Killam Apartment REIT

Killam had its second-biggest year for acquisitions in 2020, though Noseworthy said much of its activity occurred before March. The majority of its deals were off-market.

She hasn’t seen big changes in apartment underwriting in the past year and rents have generally held up well across Canada.

Killam primarily uses CMHC-insured financing and has good covenants and solid long-term relationships with other supportive lenders. Its projects go to 60 to 65 per cent debt and don’t maximize loan availability, according to Noseworthy.

“There are a lot of buyers out there and there are transactions happening,” said Noseworthy.

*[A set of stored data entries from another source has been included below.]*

"""The chain's sway modes: the generalised eigenvectors of (K, M) about either equilibrium.

Linearised about either equilibrium, M q'' + D q' + (g + y_p'') K q = 0 with one
K = -/+ diag(a) carrying gravity and drive alike. With q = X z, X^T M X = I and
X^T diag(a) X = diag(lambda), each mode obeys z'' + (g + y_p'') (-/+ lambda) z = 0:
a single pendulum of equivalent length 1/lambda (Acheson, Proc. R. Soc. Lond. A
443 (1993) 239). Exactly so when the damping is a combination of M and K; the
joint dampers' off-diagonal part in modal coordinates (``coupling``) says how
far a rig is from that.
"""

from __future__ import annotations

import math
from dataclasses import dataclass

from ..numerics.symeig import generalized_eigh
from .linear import Chain, chain
from .rig import Rig


@dataclass(frozen=True)
class Modes:
    """Sway modes, longest equivalent length (slowest, most pendulum-like) first."""

    lengths_m: tuple[float, ...]  # equivalent single-pendulum length of each mode
    shapes: tuple[tuple[float, ...], ...]  # link angles per mode, largest +1
    damping: tuple[float, ...]  # modal damping (X^T D X)_ii, 1/s with X^T M X = I
    coupling: float  # largest |(X^T D X)_ij| / sqrt(ii jj), i != j; 0: modes decouple
    cross_damping: tuple[tuple[float, ...], ...] = ()  # the whole X^T D X, 1/s

    @property
    def count(self) -> int:
        return len(self.lengths_m)


def modes(rig: Rig) -> Modes:
    """The rig's sway modes (the same about upright and hanging: only K's sign differs)."""
    return modes_of(chain(rig))


def modes_of(ch: Chain) -> Modes:
    """Sway modes from the rig's already derived chain (``derived.derive`` calls this)."""
    n = len(ch.a_kg_m)
    stiff = [[ch.a_kg_m[i] if i == j else 0.0 for j in range(n)] for i in range(n)]
    lams, x = generalized_eigh(stiff, [list(r) for r in ch.coupling])
    order = list(range(n))  # lambdas ascending: lengths descending
    cols = [[x[i][k] for i in range(n)] for k in order]
    d = ch.damping
    modal_d = [[sum(ci[a] * d[a][b] * cj[b] for a in range(n) for b in range(n)) for cj in cols]
               for ci in cols]
    coupling = 0.0
    for i in range(n):
        for j in range(n):
            if i != j and modal_d[i][j] != 0.0:
                coupling = max(coupling, abs(modal_d[i][j]) / math.sqrt(
                    max(modal_d[i][i] * modal_d[j][j], 1e-300)))
    shapes = []
    for col in cols:
        big = max(col, key=abs)
        shapes.append(tuple(c / big for c in col))
    return Modes(lengths_m=tuple(1.0 / lams[k] for k in order), shapes=tuple(shapes),
                 damping=tuple(modal_d[k][k] for k in range(n)), coupling=coupling,
                 cross_damping=tuple(tuple(row) for row in modal_d))


# Joint dampers that mix two sway modes by more than this leave the modes no predictor of
# the chain: the cross damping of two modes against the gap between their hanging rates,
# |(X^T D X)_ij| / |w_i - w_j| with w = sqrt(g / L) (first-order mixing of two oscillators
# coupled through their velocities). On 97 random damped two- and three-link chains
# (2026-12-05, 15,440 chart points against solve_ivp) the modes lost tongues, whole
# principal ones at |rho| up to 1.1, in 7 of the 13 chains mixed by 1.27 or more, and in
# none mixed by 1.23 or less: this bound leaves a factor 2.5. Such a chart walks the chain
# exactly (about 4.5 s for 120 rows of three links, against 0.6 s by the modes).
STRONG_MIXING = 0.5


def damper_mixing(modes: Modes, g: float) -> float:
    """How far the joint dampers mix the sway modes (see STRONG_MIXING); 0 for one link."""
    rates = [math.sqrt(g / length) for length in modes.lengths_m]
    worst = 0.0
    for i in range(len(rates)):
        for j in range(i + 1, len(rates)):
            cross = abs(modes.cross_damping[i][j])
            gap = abs(rates[i] - rates[j])
            if cross > 0.0:
                worst = max(worst, cross / gap if gap > 0.0 else math.inf)
    return worst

Killam has expanded its multifamily repositioning program and has been able to increase rents 25 per cent by investing an average of about $25,000 per unit. Noseworthy said it’s also seeing “really healthy” mark-to-market spreads on the turnover of multifamily units in almost every city.

Killam has six projects underway and 10 years worth of development in its pipeline.

“We’re targeting yield of about five per cent, but we want to see a 100- to 150-basis point spread in terms of the value we’re creating,” said Noseworthy.

Killam is based in Halifax, which is also its biggest market and enjoying a large appetite for housing. Noseworthy said the remote working trend is prompting more people to move to the Nova Scotia capital, whose apartment sector also benefits from having universities close to the downtown.

Killam just has one multifamily building in downtown Toronto, and Noseworthy said it’s doing well. The company is also bullish on, and increasing its presence in, the Southwestern Ontario cities of Cambridge, Kitchener and Waterloo.

“Suburban Alberta, for our assets, is performing quite well,” said Noseworthy. “The downtown core is where the challenge is.

“There are a lot of moving parts and every market and sub-market is moving differently.”